Appellant argues that the partial assignment to Union deprives the debts between Mademoiselle and SFNB of their mutuality. While it is generally true that a separate debt cannot be set off against a joint demand, insolvency may give rise to circumstances that work against the strict application of that rule. The usual case is one in which the depository bank pledges the depositor’s note to another bank as collateral for the depository bank’s own note. Subsequently, the depository bank becomes insolvent. If the receiver then pays off the depository bank’s note and receives back the depositor’s note, the depositor is entitled to set off his deposit against his note. Clute v. Warner, 8 App.Div. 40, 40 N.Y.S. 392 (1896). Or if the depositor pays the pledgee directly, he is then entitled to full repayment from the receiver in the amount of his deposit. Hall v. Burrell, 22 Colo.App. 278, 124 P. 751 (1912). As was stated by the court in People ex rel. Nelson v. Bank of Harvey, 273 Ill.App. 56 (1933) :

“It has long been the settled rule that a depositor indebted to a bank which is closed on account of insolvency, may reduce his indebtedness by setting off his deposit, [citations omitted]. There is no controversy as to this rule of law, but the receiver contends that when the Bank of Harvey pledged the promissory notes, including the petitioner’s to the First National Bank as collateral, to secure the payment of its indebtedness to the First National Bank, the notes passed to and became the property of the First National Bank, and that since they were possessed and owned by the First National Bank at the time the Bank of Harvey failed, the petitioner, who subsequently paid his note to the First National Bank, was not entitled to have the note reduced by setting off his deposit.
* * *
“ * * * in the case at bar a number of the makers of the pledged notes were allowed to set off the amount of their deposits in reduction of their respective notes. And we think the fact that petitioner had paid his note to the First National Bank, while makers of others of the pledged notes had not done so, ought not to prejudice him. * *. * But the equities of the case are that when petitioner paid $5,000 to the First National Bank, the indebtedness of the Bank of Harvey to the First National Bank was thereby reduced by $5,000, which necessarily increased the assets of the Bank of Harvey the same amount.

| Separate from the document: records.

@pytest.mark.parametrize(
    ("source", "hazardous"),
    [
        (sine(50 * ROOT2, 50), False),
        (sine(50.01 * ROOT2, 50), True),
        (constant(120), False),
        (constant(120.1), True),
        (constant(-400), True),
        (constant(0), False),
    ],
)
def test_a_source_above_extra_low_voltage(source, hazardous):
    # IEC 61140, IEC 61558-1: 50 V ac rms, 120 V ripple-free dc (confirmed on public pages).
    found = told(Case(slow(1e-9), source))
    assert ("hazardous-source" in found) is hazardous
    if hazardous:
        assert "extra-low-voltage" not in found


@pytest.mark.parametrize(("level", "leaves"), [(59.9, False), (60.1, True)])
def test_ringing_takes_a_dc_loop_above_its_source(level, leaves):
    # Without losses the capacitor reaches twice the step.
    found = told(Case(lossless(1e-6, 1e-9), constant(level)))
    assert ("extra-low-voltage" in found) is leaves
    if leaves:
        assert holds(found["extra-low-voltage"], "V", 2 * level)
        assert "capacitor" in found["extra-low-voltage"]
        assert "inductor" not in found["extra-low-voltage"]


@pytest.mark.parametrize(("amplitude", "leaves"), [(6.9, False), (7.2, True)])
def test_resonance_takes_parts_above_extra_low_voltage(amplitude, leaves):
    # 10 times 7.2 V is above 50 sqrt 2 = 70.7 V, 10 times 6.9 V is not.
    found = told(resonant(10, amplitude))
    assert ("extra-low-voltage" in found) is leaves
    if leaves:
        assert holds(found["extra-low-voltage"], "V", 10 * amplitude)
        assert "70.7 V peak" in found["extra-low-voltage"]


def test_the_resistor_too_can_leave_extra_low_voltage():
    case = Case(loop(20.0, 1e-3, 1e-6), constant(12), 0.0, 10.0)
    assert holds(told(case)["extra-low-voltage"].split("resistor")[1], "V", 200.0)


def test_the_highest_value_over_the_parts_counts_and_is_shown_beside_the_nominal():
    case = Case(lossless(1e-6, 1e-9), constant(59.0))
    assert "extra-low-voltage" not in told(case)
    text = told(case, worst={"peak_capacitor_voltage": 121.0})["extra-low-voltage"]
    assert "nominal 118 V, up to 121 V over the parts" in text


@pytest.mark.parametrize("highest", [118.0, 100.0, math.nan, None])
def test_a_highest_value_that_is_none_leaves_the_nominal(highest):
    case = Case(lossless(1e-6, 1e-9), constant(59.0))
    assert told(case, worst={"peak_capacitor_voltage": highest}) == told(case)


# --- energy and charge


def test_stored_energy_of_a_kilovar():
    """1 kvar at 60 Hz: 2.65 J at the peak, the rule printed for shunt capacitors."""
    # Manufacturer's data sheet, single phase; printed with three digits.
    rms, frequency = 240.0, 60.0
    capacitance = 1000 / (2 * math.pi * frequency * rms**2)
    # closed at the zero through hardly any impedance, so that the peak is the steady one
    case = Case(loop(0.01, 1e-9, capacitance), sine(rms * ROOT2, frequency))
    text = told(case)["stored-energy"]
    (low, high), *_ = printed(text, "J")
    assert low < 2.655
    assert high > 2.645
    assert "shock" in text


@pytest.mark.parametrize(
    ("voltage", "capacitance", "words"),
    [
        # energy C v^2/2 against 0.35 J, at voltages that do not shock
        (24, 4700e-6, {"sparks", "welds"}),  # 1.35 J
        (12, 4700e-6, set()),  # 0.34 J
        (60, 1e-3, {"sparks"}),
        # above 60 V dc also a shock, and both where there is energy
        (60.1, 1e-3, {"shock", "sparks"}),
        (61, 1e-6, {"shock"}),
        # IEC 60335-1, 8.1.4: 0.1 uF up to 450 V, 45 uC up to 15 kV, 350 mJ above
        (300, 0.099e-6, set()),
        (300, 0.101e-6, {"shock"}),
        (1e3, 44e-9, set()),
        (1e3, 46e-9, {"shock"}),
        (20e3, 1.7e-9, set()),  # 0.34 J
        (20e3, 1.8e-9, {"shock", "sparks"}),  # 0.36 J
    ],
)
def test_what_a_charge_can_do(voltage, capacitance, words):
    found = told(Case(slow(capacitance), constant(voltage)))
    assert ("stored-energy" in found) is bool(words)
    assert ("residual-voltage" in found) is bool(words)
    text = found.get("stored-energy", "")
    assert {word for word in ("shock", "sparks", "welds") if word in text} >= words
    assert ("shock" in text) is ("shock" in words)
    assert ("sparks" in text) is bool(words & {"sparks", "welds"})
    if words:
        assert holds(text, "J", capacitance * voltage**2 / 2)
        assert holds(text, "V", voltage)


def test_the_registered_energy_over_the_parts_is_shown():
    text = told(Case(slow(1e-3), constant(100.0)), worst={"stored_energy": 6.0})["stored-energy"]
    assert "nominal 5 J, up to 6 J over the parts" in text


def test_the_charge_is_the_voltage_behind_the_series_resistance():
    """At closing the terminals have 100 V x 0.9 from the current; the capacitor holds none yet."""
    parts = loop(1.0, 1e-12, 1e-3, series_resistance=9.0)
    case = Case(parts, constant(0.0), 0.0, 10.0)
    # 10 A through 1 pH: 50 pJ, which lifts 1 mF by less than a microvolt
    assert "stored-energy" not in told(case)
    assert "stored-energy" not in told(case, worst={"peak_capacitor_voltage": 95.0})


def test_without_a_load_the_charge_stays():
    text = told(Case(lossless(1e-6, 1e-3), constant(100.0)))["residual-voltage"]
    assert "nothing discharges" in text
    assert holds(text, "V", 200.0)  # opened at the top of the ringing
    assert holds(text, "V", 100.0)  # opened when it has settled
    assert "through a resistor" in text


def fall_to_50_volt(charge, capacitance, load, series):
    """Time for the terminals to fall to 50 V, integrated."""

    def slope(_, voltage):
        return -voltage / (load + series) / capacitance

    def at_limit(_, voltage):
        return voltage[0] * load / (load + series) - 50.0

    at_limit.terminal = True
    end = 20 * (load + series) * capacitance
    run = solve_ivp(slope, (0, end), [charge], events=at_limit, rtol=1e-10, atol=1e-10)
    return float(run.t_events[0][0])


@pytest.mark.parametrize(
    ("charge", "capacitance", "load", "series"),
    [(400.0, 470e-6, 47e3, 0.0), (90.0, 10e-6, 1e6, 0.0), (900.0, 1e-3, 2e3, 150.0)],
)
def test_a_load_discharges_in_the_time_that_an_integrator_finds(charge, capacitance, load, series):
    # trapped, and opened before anything flows: held by a loop that is all but open
    parts = loop(1e9, 1e-6, capacitance, load_resistance=load, series_resistance=series)
    case = Case(parts, constant(0.0), charge)
    text = told(case)["residual-voltage"]
    assert holds(text, "s", fall_to_50_volt(charge, capacitance, load, series))
    assert holds(text, "V", charge * load / (load + series))
    assert "comes off or fails" in text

“Petitioner having by his payment of $5,000 increased the assets of the bank in the hands of the receiver to that amount ought in equity and good conscience, under the law, to be allowed the amount of his deposit at the time the bank closed.” 273 Ill.App. at 58, 59-60.

To the same effect, see Becker v. Seymour, 71 Minn. 394, 73 N.W. 1096 (1898). The fact that the note is pledged does not deprive the depositor of his right to a set-off.